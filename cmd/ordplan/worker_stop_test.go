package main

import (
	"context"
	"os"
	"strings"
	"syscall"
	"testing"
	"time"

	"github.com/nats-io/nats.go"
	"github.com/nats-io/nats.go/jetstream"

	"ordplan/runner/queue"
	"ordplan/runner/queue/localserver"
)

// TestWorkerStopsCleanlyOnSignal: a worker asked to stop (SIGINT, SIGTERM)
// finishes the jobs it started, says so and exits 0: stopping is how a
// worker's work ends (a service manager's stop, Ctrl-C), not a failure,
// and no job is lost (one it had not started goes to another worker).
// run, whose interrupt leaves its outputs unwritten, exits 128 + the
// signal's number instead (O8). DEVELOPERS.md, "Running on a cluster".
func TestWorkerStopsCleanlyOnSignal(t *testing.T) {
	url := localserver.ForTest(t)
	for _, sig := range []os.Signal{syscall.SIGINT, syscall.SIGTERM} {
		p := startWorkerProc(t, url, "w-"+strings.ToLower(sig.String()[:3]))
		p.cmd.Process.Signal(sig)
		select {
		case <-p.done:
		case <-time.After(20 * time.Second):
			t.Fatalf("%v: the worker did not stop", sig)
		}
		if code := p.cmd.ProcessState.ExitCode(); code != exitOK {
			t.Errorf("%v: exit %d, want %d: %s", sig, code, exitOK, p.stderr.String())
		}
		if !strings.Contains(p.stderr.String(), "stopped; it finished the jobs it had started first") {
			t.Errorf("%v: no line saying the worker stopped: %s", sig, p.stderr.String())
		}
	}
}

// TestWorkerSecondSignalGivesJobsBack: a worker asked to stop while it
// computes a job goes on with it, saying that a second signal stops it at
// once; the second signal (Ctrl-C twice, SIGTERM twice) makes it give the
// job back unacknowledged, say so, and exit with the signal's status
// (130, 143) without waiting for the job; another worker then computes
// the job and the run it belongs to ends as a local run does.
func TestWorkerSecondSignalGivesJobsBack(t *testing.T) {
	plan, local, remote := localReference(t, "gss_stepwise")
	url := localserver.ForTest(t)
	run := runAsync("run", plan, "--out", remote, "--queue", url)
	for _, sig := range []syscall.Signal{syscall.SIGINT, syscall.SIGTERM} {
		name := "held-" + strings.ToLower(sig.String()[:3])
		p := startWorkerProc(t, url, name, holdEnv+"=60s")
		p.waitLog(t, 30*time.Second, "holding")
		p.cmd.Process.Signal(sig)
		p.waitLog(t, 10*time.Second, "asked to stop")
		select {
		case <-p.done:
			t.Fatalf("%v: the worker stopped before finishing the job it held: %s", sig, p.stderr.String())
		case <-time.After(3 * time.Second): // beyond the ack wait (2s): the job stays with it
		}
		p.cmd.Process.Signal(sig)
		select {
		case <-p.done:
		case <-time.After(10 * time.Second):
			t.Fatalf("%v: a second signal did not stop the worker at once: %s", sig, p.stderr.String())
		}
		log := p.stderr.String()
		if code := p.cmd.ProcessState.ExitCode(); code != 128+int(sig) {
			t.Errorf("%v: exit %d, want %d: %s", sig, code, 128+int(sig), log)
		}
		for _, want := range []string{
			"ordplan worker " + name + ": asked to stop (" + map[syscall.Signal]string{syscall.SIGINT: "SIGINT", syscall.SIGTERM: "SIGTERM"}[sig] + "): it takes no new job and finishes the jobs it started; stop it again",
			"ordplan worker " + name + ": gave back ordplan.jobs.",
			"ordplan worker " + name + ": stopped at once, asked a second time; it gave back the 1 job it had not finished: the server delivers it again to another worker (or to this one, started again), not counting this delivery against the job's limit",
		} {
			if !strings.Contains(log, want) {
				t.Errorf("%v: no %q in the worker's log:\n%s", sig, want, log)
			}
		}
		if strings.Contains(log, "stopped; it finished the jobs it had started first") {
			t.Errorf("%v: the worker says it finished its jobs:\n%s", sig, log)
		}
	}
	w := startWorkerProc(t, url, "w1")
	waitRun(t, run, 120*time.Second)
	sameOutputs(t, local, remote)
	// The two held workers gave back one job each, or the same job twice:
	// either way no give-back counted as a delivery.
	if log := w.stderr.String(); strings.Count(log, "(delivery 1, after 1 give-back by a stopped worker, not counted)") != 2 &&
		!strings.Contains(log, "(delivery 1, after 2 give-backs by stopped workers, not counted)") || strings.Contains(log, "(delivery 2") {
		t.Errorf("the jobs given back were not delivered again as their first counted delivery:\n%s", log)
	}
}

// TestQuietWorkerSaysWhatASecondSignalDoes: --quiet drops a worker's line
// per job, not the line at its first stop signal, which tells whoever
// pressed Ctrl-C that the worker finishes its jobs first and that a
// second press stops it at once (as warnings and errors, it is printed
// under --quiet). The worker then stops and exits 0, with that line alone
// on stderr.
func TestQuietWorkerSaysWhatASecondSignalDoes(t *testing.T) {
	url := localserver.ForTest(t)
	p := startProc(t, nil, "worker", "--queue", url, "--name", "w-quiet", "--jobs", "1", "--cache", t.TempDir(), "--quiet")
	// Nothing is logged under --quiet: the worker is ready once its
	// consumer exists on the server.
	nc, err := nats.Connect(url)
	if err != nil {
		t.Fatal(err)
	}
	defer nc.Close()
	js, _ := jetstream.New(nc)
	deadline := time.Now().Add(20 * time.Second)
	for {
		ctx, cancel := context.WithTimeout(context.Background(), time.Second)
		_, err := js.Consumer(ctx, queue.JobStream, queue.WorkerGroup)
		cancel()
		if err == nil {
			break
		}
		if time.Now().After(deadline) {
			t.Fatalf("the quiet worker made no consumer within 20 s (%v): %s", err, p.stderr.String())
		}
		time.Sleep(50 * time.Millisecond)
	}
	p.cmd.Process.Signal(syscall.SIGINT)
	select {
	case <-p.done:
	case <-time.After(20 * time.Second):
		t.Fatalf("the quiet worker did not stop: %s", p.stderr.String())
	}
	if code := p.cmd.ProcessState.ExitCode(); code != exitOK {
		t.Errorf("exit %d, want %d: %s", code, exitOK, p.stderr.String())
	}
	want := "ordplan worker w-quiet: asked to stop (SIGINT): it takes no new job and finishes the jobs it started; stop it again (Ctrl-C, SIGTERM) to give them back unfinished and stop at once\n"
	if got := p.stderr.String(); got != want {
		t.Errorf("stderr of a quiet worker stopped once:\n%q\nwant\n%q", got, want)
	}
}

======

● BRIEF:
Would you output the whole listing exactly as written?

● YOUR SOLUTION:
filename cmd/ordplan/worker_stop_test.go
package main

import (
	"context"
	"os"
	"strings"
	"syscall"
	"testing"
	"time"

	"github.com/nats-io/nats.go"
	"github.com/nats-io/nats.go/jetstream"

	"ordplan/runner/queue"
	"ordplan/runner/queue/localserver"
)

// TestWorkerStopsCleanlyOnSignal: a worker asked to stop (SIGINT, SIGTERM)
// finishes the jobs it started, says so and exits 0: stopping is how a
// worker's work ends (a service manager's stop, Ctrl-C), not a failure,
// and no job is lost (one it had not started goes to another worker).
// run, whose interrupt leaves its outputs unwritten, exits 128 + the
// signal's number instead (O8). DEVELOPERS.md, "Running on a cluster".
func TestWorkerStopsCleanlyOnSignal(t *testing.T) {
	url := localserver.ForTest(t)
	for _, sig := range []os.Signal{syscall.SIGINT, syscall.SIGTERM} {
		p := startWorkerProc(t, url, "w-"+strings.ToLower(sig.String()[:3]))
		p.cmd.Process.Signal(sig)
		select {
		case <-p.done:
		case <-time.After(20 * time.Second):
			t.Fatalf("%v: the worker did not stop", sig)
		}
		if code := p.cmd.ProcessState.ExitCode(); code != exitOK {
			t.Errorf("%v: exit %d, want %d: %s", sig, code, exitOK, p.stderr.String())
		}
		if !strings.Contains(p.stderr.String(), "stopped; it finished the jobs it had started first") {
			t.Errorf("%v: no line saying the worker stopped: %s", sig, p.stderr.String())
		}
	}
}

// TestWorkerSecondSignalGivesJobsBack: a worker asked to stop while it
// computes a job goes on with it, saying that a second signal stops it at
// once; the second signal (Ctrl-C twice, SIGTERM twice) makes it give the
// job back unacknowledged, say so, and exit with the signal's status
// (130, 143) without waiting for the job; another worker then computes
// the job and the run it belongs to ends as a local run does.
func TestWorkerSecondSignalGivesJobsBack(t *testing.T) {
	plan, local, remote := localReference(t, "gss_stepwise")
	url := localserver.ForTest(t)
	run := runAsync("run", plan, "--out", remote, "--queue", url)
	for _, sig := range []syscall.Signal{syscall.SIGINT, syscall.SIGTERM} {
		name := "held-" + strings.ToLower(sig.String()[:3])
		p := startWorkerProc(t, url, name, holdEnv+"=60s")
		p.waitLog(t, 30*time.Second, "holding")
		p.cmd.Process.Signal(sig)
		p.waitLog(t, 10*time.Second, "asked to stop")
		select {
		case <-p.done:
			t.Fatalf("%v: the worker stopped before finishing the job it held: %s", sig, p.stderr.String())
		case <-time.After(3 * time.Second): // beyond the ack wait (2s): the job stays with it
		}
		p.cmd.Process.Signal(sig)
		select {
		case <-p.done:
		case <-time.After(10 * time.Second):
			t.Fatalf("%v: a second signal did not stop the worker at once: %s", sig, p.stderr.String())
		}
		log := p.stderr.String()
		if code := p.cmd.ProcessState.ExitCode(); code != 128+int(sig) {
			t.Errorf("%v: exit %d, want %d: %s", sig, code, 128+int(sig), log)
		}
		for _, want := range []string{
			"ordplan worker " + name + ": asked to stop (" + map[syscall.Signal]string{syscall.SIGINT: "SIGINT", syscall.SIGTERM: "SIGTERM"}[sig] + "): it takes no new job and finishes the jobs it started; stop it again",
			"ordplan worker " + name + ": gave back ordplan.jobs.",
			"ordplan worker " + name + ": stopped at once, asked a second time; it gave back the 1 job it had not finished: the server delivers it again to another worker (or to this one, started again), not counting this delivery against the job's limit",
		} {
			if !strings.Contains(log, want) {
				t.Errorf("%v: no %q in the worker's log:\n%s", sig, want, log)
			}
		}
		if strings.Contains(log, "stopped; it finished the jobs it had started first") {
			t.Errorf("%v: the worker says it finished its jobs:\n%s", sig, log)
		}
	}
	w := startWorkerProc(t, url, "w1")
	waitRun(t, run, 120*time.Second)
	sameOutputs(t, local, remote)
	// The two held workers gave back one job each, or the same job twice:
	// either way no give-back counted as a delivery.
	if log := w.stderr.String(); strings.Count(log, "(delivery 1, after 1 give-back by a stopped worker, not counted)") != 2 &&
		!strings.Contains(log, "(delivery 1, after 2 give-backs by stopped workers, not counted)") || strings.Contains(log, "(delivery 2") {
		t.Errorf("the jobs given back were not delivered again as their first counted delivery:\n%s", log)
	}
}

// TestQuietWorkerSaysWhatASecondSignalDoes: --quiet drops a worker's line
// per job, not the line at its first stop signal, which tells whoever
// pressed Ctrl-C that the worker finishes its jobs first and that a
// second press stops it at once (as warnings and errors, it is printed
// under --quiet). The worker then stops and exits 0, with that line alone
// on stderr.
func TestQuietWorkerSaysWhatASecondSignalDoes(t *testing.T) {
	url := localserver.ForTest(t)
	p := startProc(t, nil, "worker", "--queue", url, "--name", "w-quiet", "--jobs", "1", "--cache", t.TempDir(), "--quiet")
	// Nothing is logged under --quiet: the worker is ready once its
	// consumer exists on the server.
	nc, err := nats.Connect(url)
	if err != nil {
		t.Fatal(err)
	}
	defer nc.Close()
	js, _ := jetstream.New(nc)
	deadline := time.Now().Add(20 * time.Second)
	for {
		ctx, cancel := context.WithTimeout(context.Background(), time.Second)
		_, err := js.Consumer(ctx, queue.JobStream, queue.WorkerGroup)
		cancel()
		if err == nil {
			break
		}
		if time.Now().After(deadline) {
			t.Fatalf("the quiet worker made no consumer within 20 s (%v): %s", err, p.stderr.String())
		}
		time.Sleep(50 * time.Millisecond)
	}
	p.cmd.Process.Signal(syscall.SIGINT)
	select {
	case <-p.done:
	case <-time.After(20 * time.Second):
		t.Fatalf("the quiet worker did not stop: %s", p.stderr.String())
	}
	if code := p.cmd.ProcessState.ExitCode(); code != exitOK {
		t.Errorf("exit %d, want %d: %s", code, exitOK, p.stderr.String())
	}
	want := "ordplan worker w-quiet: asked to stop (SIGINT): it takes no new job and finishes the jobs it started; stop it again (Ctrl-C, SIGTERM) to give them back unfinished and stop at once\n"
	if got := p.stderr.String(); got != want {
		t.Errorf("stderr of a quiet worker stopped once:\n%q\nwant\n%q", got, want)
	}
}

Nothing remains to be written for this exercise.